**PROBLEM TO WORK ON**
The line containing "to the 22nd" marks the end: quote every line from the start of the records below through it, word for word.

Start of Block

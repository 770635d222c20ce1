/**
 * API Standard 1104, Welding of Pipelines and Related Facilities, 21st edition (2013).
 * Clause numbers of the 20th/21st editions; the values were the same from the 19th to the 22nd
 * as far as the sources show. The wall thickness is that of the thinner pipe. Section 9's
 * acceptance standards apply to radiography and to visual examination alike; 9.7 adds the
 * depth of undercut gauged visually.
 */
import type { CriteriaSet, Expr, IndicationLimit, Limit, MethodCriteria, Quantity } from '../types';

const perWps = (what: string): Limit => ({
	rule: { type: 'range', min: { open: what }, max: { open: what } },
	clause: '5.4 (procedure specification, joint design)',
	confidence: 'mem',
	note: 'Joint design is an item of the qualified procedure; the clause number is unconfirmed.'
});

const inch = (inches: number, mm: number): Quantity => ({ in: inches, mm });
const TWELVE: Quantity = inch(12, 300);
const wall = (times: number): Expr => ({ of: 'thickness', times });
const ofWeld = (times: number): Expr => ({ of: 'weldLength', times });

/** "In any continuous 12 in (300 mm)"; welds shorter than that: a share of the weld length. */
const perTwelve = (max: Quantity, shortShare: number) => ({
	max: {
		by: 'weldLength',
		steps: [{ below: TWELVE, value: ofWeld(shortShare) }],
		otherwise: max
	} as Expr,
	per: TWELVE
});

/** 9.3.1 IP: individual over 1 in (25 mm); over 1 in in any 12 in; over 8 % of a weld under 12 in. */
const IP: IndicationLimit = {
	clause: '9.3.1 (inadequate penetration without high-low, IP)',
	confidence: '2+',
	length: inch(1, 25),
	aggregate: [perTwelve(inch(1, 25), 0.08)]
};

/** 9.3.4 IF: as IP. */
const IF: IndicationLimit = {
	clause: '9.3.4 (incomplete fusion, IF)',
	confidence: '2+',
	length: inch(1, 25),
	aggregate: [perTwelve(inch(1, 25), 0.08)]
};

/** Outside diameters of 2.375 in (60.3 mm) and more: the large-pipe rows of 9.3.7 and 9.3.8. */
const LARGE_PIPE: Quantity = inch(2.375, 60.3);
const smallPipe = (clause: string, large: Expr): Expr => ({
	by: 'diameter',
	steps: [
		{
			below: LARGE_PIPE,
			value: { open: `Pipe under 2.375 in (60.3 mm) OD has rows of its own (${clause}).` }
		}
	],
	otherwise: large
});

const radiography: MethodCriteria = {
	clause: '9.3 (radiographic testing)',
	limits: {
		crack: { clause: '9.3.10 (cracks)', confidence: '2+', absent: true },
		craterCrack: {
			clause: '9.3.10 (cracks)',
			confidence: '2+',
			note: 'Shallow crater cracks or star cracks at the stopping point of a bead, at most 5/32 in (4 mm) long.',
			length: inch(5 / 32, 4)
		},
		incompletePenetration: IP,
		hiLoPenetration: {
			clause: '9.3.2 (incomplete penetration due to high-low, IPD)',
			confidence: '2+',
			length: inch(2, 50),
			aggregate: [{ max: inch(3, 75), per: TWELVE }]
		},
		crossPenetration: {
			clause: '9.3.3 (inadequate cross penetration, ICP)',
			confidence: '2+',
			length: inch(2, 50),
			aggregate: [{ max: inch(2, 50), per: TWELVE }]
		},
		lackOfFusion: IF,
		coldLap: {
			clause: '9.3.5 (incomplete fusion due to cold lap, IFD)',
			confidence: '2+',
			length: inch(2, 50),
			aggregate: [{ max: inch(2, 50), per: TWELVE }, { max: ofWeld(0.08) }]
		},
		internalConcavity: {
			clause: '9.3.6 (internal concavity, IC)',
			confidence: '2+',
			note: 'Any length, provided the image is no darker than the thinnest adjacent parent metal; darker areas are judged as burn-through.',
			darkerAs: 'burnThrough'
		},
		burnThrough: {
			clause: '9.3.7 (burn-through, BT)',
			confidence: '1',
			note: 'Counting burn-throughs whose image is darker than the thinnest adjacent parent metal: none over 1/4 in (6 mm) or over the thinner wall; in pipe of 2.375 in (60.3 mm) OD and more, at most 1/2 in (13 mm) in all in any 12 in (300 mm); in smaller pipe, no more than one.',
			onlyDarker: true,
			length: { lesserOf: [inch(1 / 4, 6), wall(1)] },
			aggregate: [
				{
					max: {
						by: 'diameter',
						steps: [{ below: LARGE_PIPE, value: inch(1 / 4, 6) }],
						otherwise: inch(1 / 2, 13)
					},
					per: TWELVE
				}
			],
			count: { max: 1, underDiameter: LARGE_PIPE }
		},
		elongatedSlag: {
			clause: '9.3.8.2 (elongated slag inclusions, ESI)',
			confidence: '2+',
			note: 'Parallel lines separated by more than 1/32 in (0.8 mm) are separate indications.',
			length: smallPipe('9.3.8.3', inch(2, 50)),
			width: smallPipe('9.3.8.3', inch(1 / 16, 1.6)),
			aggregate: [{ max: smallPipe('9.3.8.3', inch(2, 50)), per: TWELVE }]
		},
		isolatedSlag: {
			clause: '9.3.8.2 (isolated slag inclusions, ISI)',
			confidence: '2+',
			width: smallPipe('9.3.8.3', inch(1 / 8, 3)),
			aggregate: [{ max: smallPipe('9.3.8.3', inch(1 / 2, 13)), per: TWELVE }],
			count: { max: smallPipe('9.3.8.3', 4), per: TWELVE }
		},
		tungsten: {
			clause: '9.3 (no tungsten row)',
			confidence: 'mem',
			open: 'API 1104 has no tungsten inclusion row; it counts in the accumulation of imperfections (9.3.12).'
		},
		porosity: {
			clause: '9.3.9.2 (individual or scattered porosity, P)',
			confidence: 'mem',
			note: 'No pore over 1/8 in (3 mm) or 25 % of the thinner wall, whichever is smaller; the distribution is compared with Figures 18 and 19 by the examiner.',
			width: { lesserOf: [inch(1 / 8, 3), wall(0.25)] },
			open: 'Distribution against Figures 18 and 19.'
		},
		clusterPorosity: {
			clause: '9.3.9.3 (cluster porosity, CP)',
			confidence: 'mem',
			note: 'Outside the finish pass: cluster at most 1/2 in (13 mm) across, at most 1/2 in in all in any 12 in (300 mm), no pore in a cluster over 1/16 in (2 mm). In the finish pass it is judged as individual porosity.',
			length: inch(1 / 2, 13),
			width: inch(1 / 16, 2),
			aggregate: [{ max: inch(1 / 2, 13), per: TWELVE }]
		},
		hollowBead: {
			clause: '9.3.9.4 (hollow-bead porosity, HB)',
			confidence: 'mem',
			note: 'Individual at most 1/2 in (13 mm); at most 2 in (50 mm) in any 12 in (300 mm); in all at most 8 % of the weld length. Hollow beads over 1/4 in (6 mm) must be 2 in (50 mm) apart: for the examiner.',
			length: inch(1 / 2, 13),
			aggregate: [{ max: inch(2, 50), per: TWELVE }, { max: ofWeld(0.08) }]
		},
		undercut: {
			clause: '9.3.11 (undercutting, EU and IU)',
			confidence: '2+',
			note: 'External and internal undercut together: at most 2 in (50 mm) in any 12 in (300 mm), and at most one-sixth of the weld length. Depth is gauged visually (9.7).',
			aggregate: [{ max: inch(2, 50), per: TWELVE }, { max: ofWeld(1 / 6) }]
		}
	},
	groups: [
		{
			id: 'slag',
			label: 'Slag inclusions (ESI and ISI) together',
			types: ['elongatedSlag', 'isolatedSlag'],
			aggregate: [{ max: ofWeld(0.08) }],
			clause: '9.3.8.2 (slag inclusions)',
			confidence: '2+',
			note: 'Aggregate length of ESI and ISI at most 8 % of the weld length.'
		},
		{
			id: 'accumulation',
			label: 'Accumulation of imperfections',
			types: [
				'crack',
				'craterCrack',
				'lackOfFusion',
				'coldLap',
				'incompletePenetration',
				'crossPenetration',
				'burnThrough',
				'elongatedSlag',
				'isolatedSlag',
				'tungsten',
				'porosity',
				'clusterPorosity',
				'hollowBead'
			],
			aggregate: [{ max: inch(2, 50), per: TWELVE }, { max: ofWeld(0.08) }],
			clause: '9.3.12 (accumulation of imperfections)',
			confidence: '1',
			note: 'Excluding incomplete penetration due to high-low and undercutting: at most 2 in (50 mm) in any 12 in (300 mm), and at most 8 % of the weld length.'
		}
	]
};

export const api1104: CriteriaSet = {
	id: 'api-1104',
	name: 'API 1104 pipeline girth welds',
	standard: 'API Std 1104',
	edition: '21st edition (2013)',
	version: 1,
	scope:
		'Visual acceptance and fit-up of pipeline girth and fillet welds, and radiographic indications.',
	limits: {
		'rootOpening.range': perWps('Root opening as the qualified procedure specifies.'),
		'bevelAngle.range': perWps('Bevel angle as the qualified procedure specifies.'),
		'rootFace.range': perWps('Root face as the qualified procedure specifies.'),
		'misalignment.max': {
			rule: { type: 'max', max: inch(1 / 8, 3), beyond: 'judge' },
			clause: '7.2',
			confidence: '1',
			note: 'Equal nominal walls: the offset should not exceed 1/8 in (3 mm); more is permitted when it comes from pipe-end tolerances and is spread evenly round the circumference, so the inspector judges.'
		},
		crack: {
			rule: { type: 'absent' },
			clause: '9.3.10 (cracks)',
			confidence: '2+',
			note: 'A crack of any size or location is a defect, except shallow crater or star cracks up to 5/32 in (4 mm) long.'
		},
		fusion: {
			rule: { type: 'absent', beyond: 'judge' },
			clause: '9.3.4 (incomplete fusion, IF)',
			confidence: '2+',
			note: 'Incomplete fusion is limited by length: an indication at most 1 in (25 mm), at most 1 in in any 12 in (300 mm), at most 8 % of a weld under 12 in; the inspector measures it.'
		},
		overlap: {
			rule: { type: 'absent', beyond: 'judge' },
			clause: '9.7',
			confidence: 'mem',
			note: 'API 1104 has no overlap row; for the inspector.'
		},
		crater: {
			rule: { type: 'absent', beyond: 'judge' },
			clause: '7.8.2',
			confidence: 'mem',
			note: 'An unfilled crater leaves the crown below the pipe surface; for the inspector.'
		},
		'undercut.depth': {
			rule: {
				type: 'banded',
				max: { lesserOf: [inch(1 / 64, 0.4), wall(0.06)] },
				band: {
					upTo: { lesserOf: [inch(1 / 32, 0.8), wall(0.125)] },
					length: { max: { lesserOf: [inch(2, 50), ofWeld(1 / 6)] }, per: TWELVE }
				}
			},
			clause: '9.7 (undercut, visual or mechanical measurement)',
			confidence: '1',
			note: 'Over 1/32 in (0.8 mm) or 12.5 % of the wall, whichever is smaller, is a defect; over 1/64 in (0.4 mm) or 6 % up to that, at most 2 in (50 mm) in any continuous 12 in (300 mm) or 1/6 of the weld length, whichever is smaller. The 6 % is unconfirmed.'
		},
		'pore.largest': {
			rule: { type: 'max', max: { lesserOf: [inch(1 / 8, 3), wall(0.25)] } },
			clause: '9.3.9.2 (individual or scattered porosity)',
			confidence: 'mem',
			note: 'No pore over 1/8 in (3 mm) or 25 % of the thinner wall, whichever is smaller; the distribution is compared with Figures 18 and 19.'
		},
		'penetration.length': {
			rule: { type: 'length', allowance: perTwelve(inch(1, 25), 0.08) },
			clause: '9.3.1 (inadequate penetration, IP)',
			confidence: '2+',
			note: 'An indication at most 1 in (25 mm); at most 1 in in any 12 in (300 mm); in a weld under 12 in, at most 8 % of its length.'
		},
		'jointThickness.min': {
			rule: { type: 'min', min: wall(1) },
			clause: '9.3.6 (internal concavity, IC)',
			confidence: '1',
			note: 'Internal concavity of any length is acceptable where the joint is no thinner than the thinnest adjacent parent metal; thinner is judged as burn-through.'
		},
		'reinforcement.max': {
			rule: { type: 'max', max: inch(1 / 16, 1.6), beyond: 'judge' },
			clause: '7.8.2',
			confidence: '1',
			note: 'The cap should not stand more than 1/16 in (1.6 mm) above the parent metal: a "should", so the inspector judges beyond it (company specs often allow 0.100–0.125 in).'
		},
		'concavity.max': {
			rule: { type: 'max', max: 0 },
			clause: '7.8.2',
			confidence: '1',
			note: 'The crown shall not be below the outside surface of the pipe.'
		}
	},
	volumetric: {
		RT: radiography,
		UT: {
			clause: '9.6 (ultrasonic testing)',
			limits: {},
			notBuiltIn:
				'Ultrasonic indications are classed and judged by 9.6 (linear surface, linear buried, transverse, volumetric), which is not built in: for the examiner and the inspector.'
		}
	}
};
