/**
 * ISO 5817:2014 Welding — fusion-welded joints in steel — quality levels for imperfections.
 * Level B is stringent, C intermediate, D moderate. Imperfections are named by their ISO 6520-1
 * reference number. Symbols: t thickness, b width of the weld face, a nominal throat
 * (0.7071 × the required fillet size, which Tacksheet records as the leg), h height of the
 * imperfection; all mm. EN 25817 (1992) used other undercut and throat rows; the 2023 edition
 * was not checked.
 */
import type { CheckId, Confidence, CriteriaSet, Expr, Limit } from '../types';

type Level = 'B' | 'C' | 'D';

interface LevelValues {
	undercut: { factor: number; cap: number; thin: 'none' | 'short'; confidence: Confidence };
	excessWeldMetal: { factor: number; cap: number; confidence: Confidence };
	convexity: { factor: number; cap: number };
	excessThroat?: { factor: number; cap: number; confidence: Confidence };
	insufficientThroatCap?: number;
	misalignment: { plate: number; plateCap: number; circumferentialCap: number };
	asymmetry: { plus: number; factor: number };
	pore?: { factor: number; cap: number };
	/** overlap and end craters are tolerated by height at this level, so the inspector judges */
	toleratesOverlap: boolean;
	toleratesCrater: boolean;
}

const levels: Record<Level, LevelValues> = {
	B: {
		undercut: { factor: 0.05, cap: 0.5, thin: 'none', confidence: '1' },
		excessWeldMetal: { factor: 0.1, cap: 5, confidence: '2+' },
		convexity: { factor: 0.1, cap: 3 },
		excessThroat: { factor: 0.15, cap: 3, confidence: '2+' },
		misalignment: { plate: 0.1, plateCap: 3, circumferentialCap: 2 },
		asymmetry: { plus: 1.5, factor: 0.15 },
		toleratesOverlap: false,
		toleratesCrater: false
	},
	C: {
		undercut: { factor: 0.1, cap: 0.5, thin: 'short', confidence: '1' },
		excessWeldMetal: { factor: 0.15, cap: 7, confidence: '2+' },
		convexity: { factor: 0.15, cap: 4 },
		excessThroat: { factor: 0.2, cap: 4, confidence: '1' },
		insufficientThroatCap: 1,
		misalignment: { plate: 0.15, plateCap: 4, circumferentialCap: 3 },
		asymmetry: { plus: 2, factor: 0.15 },
		pore: { factor: 0.2, cap: 2 },
		toleratesOverlap: false,
		toleratesCrater: true
	},
	D: {
		undercut: { factor: 0.2, cap: 1, thin: 'short', confidence: 'mem' },
		excessWeldMetal: { factor: 0.25, cap: 10, confidence: 'mem' },
		convexity: { factor: 0.25, cap: 5 },
		insufficientThroatCap: 2,
		misalignment: { plate: 0.25, plateCap: 5, circumferentialCap: 4 },
		asymmetry: { plus: 2, factor: 0.2 },
		pore: { factor: 0.3, cap: 3 },
		toleratesOverlap: true,
		toleratesCrater: true
	}
};

/** t 0.5–3 mm and t > 3 mm rows. */
const byThinWall = (thin: Expr, thick: Expr): Expr => ({
	by: 'thickness',
	steps: [{ upTo: 3, value: thin }],
	otherwise: thick
});

const capped = (
	of: 'thickness' | 'faceWidth' | 'nominalThroat',
	factor: number,
	cap: number,
	plus = 0
): Expr => ({
	lesserOf: [{ of, times: factor, plus }, cap]
});

const CONFIDENCE_NOTE: Partial<Record<Confidence, string>> = {
	'1': 'Values from one source.',
	mem: 'Values from memory.'
};

function limitsFor(level: Level): CriteriaSet['limits'] {
	const v = levels[level];
	const undercutDepth = capped('thickness', v.undercut.factor, v.undercut.cap);
	const limits: Partial<Record<CheckId, Limit>> = {
		'misalignment.max': {
			rule: {
				type: 'max',
				max: {
					either: [
						byThinWall(
							{ of: 'thickness', times: v.misalignment.plate, plus: 0.2 },
							capped('thickness', v.misalignment.plate, v.misalignment.plateCap)
						),
						capped('thickness', 0.5, v.misalignment.circumferentialCap)
					],
					because:
						'Plates (507) and circumferential welds (5072) have different limits; the joint does not say which this is.'
				}
			},
			clause: 'Table 1, 507 / 5072 (linear misalignment)',
			confidence: 'mem',
			note: 'Values from memory.',
			stages: ['fitup', 'visual']
		},
		crack: {
			rule: { type: 'absent' },
			clause: 'Table 1, 100 (crack)',
			confidence: '1',
			note: 'Not permitted at any level.'
		},
		fusion: {
			rule: { type: 'absent' },
			clause: 'Table 1, 401 (lack of fusion)',
			confidence: '1',
			note: 'Not permitted at any level.'
		},
		overlap: {
			rule: v.toleratesOverlap ? { type: 'absent', beyond: 'judge' } : { type: 'absent' },
			clause: 'Table 1, 506 (overlap)',
			confidence: 'mem',
			note: v.toleratesOverlap
				? 'From memory: level D allows overlap up to h ≤ 0.2b; the inspector measures it.'
				: 'From memory: not permitted at this level.'
		},
		crater: {
			rule: v.toleratesCrater ? { type: 'absent', beyond: 'judge' } : { type: 'absent' },
			clause: 'Table 1, 2025 (end crater pipe)',
			confidence: 'mem',
			note: v.toleratesCrater
				? `From memory: allowed as a short imperfection up to h ≤ ${level === 'C' ? '0.1t, max 1' : '0.2t, max 2'} mm; the inspector measures it.`
				: 'From memory: not permitted at this level.'
		},
		'undercut.depth': {
			rule:
				v.undercut.thin === 'none'
					? { type: 'banded', max: byThinWall(0, undercutDepth) }
					: {
							type: 'banded',
							max: byThinWall(0, undercutDepth),
							band: { upTo: undercutDepth, length: { short: true } }
						},
			clause: 'Table 1, 5011 / 5012 (undercut)',
			confidence: v.undercut.confidence,
			note: `t > 3 mm: h ≤ ${v.undercut.factor}t, max ${v.undercut.cap} mm, with a smooth transition. t ≤ 3 mm: ${v.undercut.thin === 'none' ? 'not permitted' : `short imperfections only, h ≤ ${v.undercut.factor}t`}. ${CONFIDENCE_NOTE[v.undercut.confidence] ?? ''} The short-imperfection rule (25 mm in any 100 mm) is from memory.`
		},
		'reinforcement.max': {
			rule: {
				type: 'max',
				max: capped('faceWidth', v.excessWeldMetal.factor, v.excessWeldMetal.cap, 1)
			},
			clause: 'Table 1, 502 (excess weld metal)',
			confidence: v.excessWeldMetal.confidence,
			note: `h ≤ 1 + ${v.excessWeldMetal.factor}b, max ${v.excessWeldMetal.cap} mm. ${CONFIDENCE_NOTE[v.excessWeldMetal.confidence] ?? ''}`.trim()
		},
		'fillet.convexity': {
			rule: { type: 'max', max: capped('faceWidth', v.convexity.factor, v.convexity.cap, 1) },
			clause: 'Table 1, 503 (excessive convexity)',
			confidence: '2+',
			note: `h ≤ 1 + ${v.convexity.factor}b, max ${v.convexity.cap} mm.`
		},
		'fillet.throat.min': {
			rule: byThinWallThroat(v.insufficientThroatCap),
			clause: 'Table 1, 5213 (insufficient throat thickness)',
			confidence: '1',
			note: `${v.insufficientThroatCap === undefined ? 'Not permitted' : `Short imperfections only, h ≤ 0.3 + 0.1a, max ${v.insufficientThroatCap} mm`} (t > 3 mm). From EN 25817; that ISO 5817:2014 keeps it is from memory.`
		},
		'fillet.asymmetry': {
			rule: {
				type: 'max',
				max: { of: 'nominalThroat', times: v.asymmetry.factor, plus: v.asymmetry.plus }
			},
			clause: 'Table 1, 512 (excessive asymmetry of fillet weld)',
			confidence: '2+',
			note: `h ≤ ${v.asymmetry.plus} + ${v.asymmetry.factor}a, where an asymmetric fillet is not prescribed.`
		},
		'porosity.max': v.pore
			? {
					rule: {
						type: 'max',
						max: {
							when: { kindIn: ['fillet', 'socket'] },
							then: capped('nominalThroat', v.pore.factor, v.pore.cap),
							otherwise: capped('thickness', v.pore.factor, v.pore.cap)
						},
						beyond: 'judge'
					},
					clause: 'Table 1, 2017 (surface pore)',
					confidence: 'mem',
					note: `From memory: a single pore d ≤ ${v.pore.factor}s (butt) or ${v.pore.factor}a (fillet), max ${v.pore.cap} mm. Within that even the sum passes; above it the pores are for the inspector to size.`
				}
			: {
					rule: { type: 'absent' },
					clause: 'Table 1, 2017 (surface pore)',
					confidence: 'mem',
					note: 'From memory: not permitted at this level.'
				}
	};
	if (v.excessThroat) {
		limits['fillet.throat.max'] = {
			rule: {
				type: 'max',
				max: capped('nominalThroat', v.excessThroat.factor, v.excessThroat.cap, 1)
			},
			clause: 'Table 1, 5214 (excessive throat thickness)',
			confidence: v.excessThroat.confidence,
			note: `h ≤ 1 + ${v.excessThroat.factor}a, max ${v.excessThroat.cap} mm; measured from the gauged throat, or the throat of the legs. ${CONFIDENCE_NOTE[v.excessThroat.confidence] ?? ''}`.trim()
		};
	}
	return limits;
}

function byThinWallThroat(cap: number | undefined): Limit['rule'] {
	const thin = { open: 'Insufficient throat on walls of 3 mm and less was not checked.' };
	if (cap === undefined) return { type: 'banded', max: byThinWall(thin, 0) };
	const shortfall = capped('nominalThroat', 0.1, cap, 0.3);
	return {
		type: 'banded',
		max: byThinWall(thin, 0),
		band: { upTo: byThinWall(thin, shortfall), length: { short: true } }
	};
}

const names: Record<Level, string> = { B: 'stringent', C: 'intermediate', D: 'moderate' };

function isoLevel(level: Level): CriteriaSet {
	return {
		id: `iso-5817-${level.toLowerCase()}`,
		name: `ISO 5817 quality level ${level} (${names[level]})`,
		standard: 'ISO 5817',
		edition: '2014',
		version: 1,
		scope: `Surface imperfections of arc-welded steel joints at quality level ${level}; level D sets no excessive-throat limit.`,
		limits: limitsFor(level)
	};
}

export const iso5817B = isoLevel('B');
export const iso5817C = isoLevel('C');
export const iso5817D = isoLevel('D');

End of Block

**WRITTEN ANSWER**
repository 770635d222c20ce1
/**
 * API Standard 1104, Welding of Pipelines and Related Facilities, 21st edition (2013).
 * Clause numbers of the 20th/21st editions; the values were the same from the 19th to the 22nd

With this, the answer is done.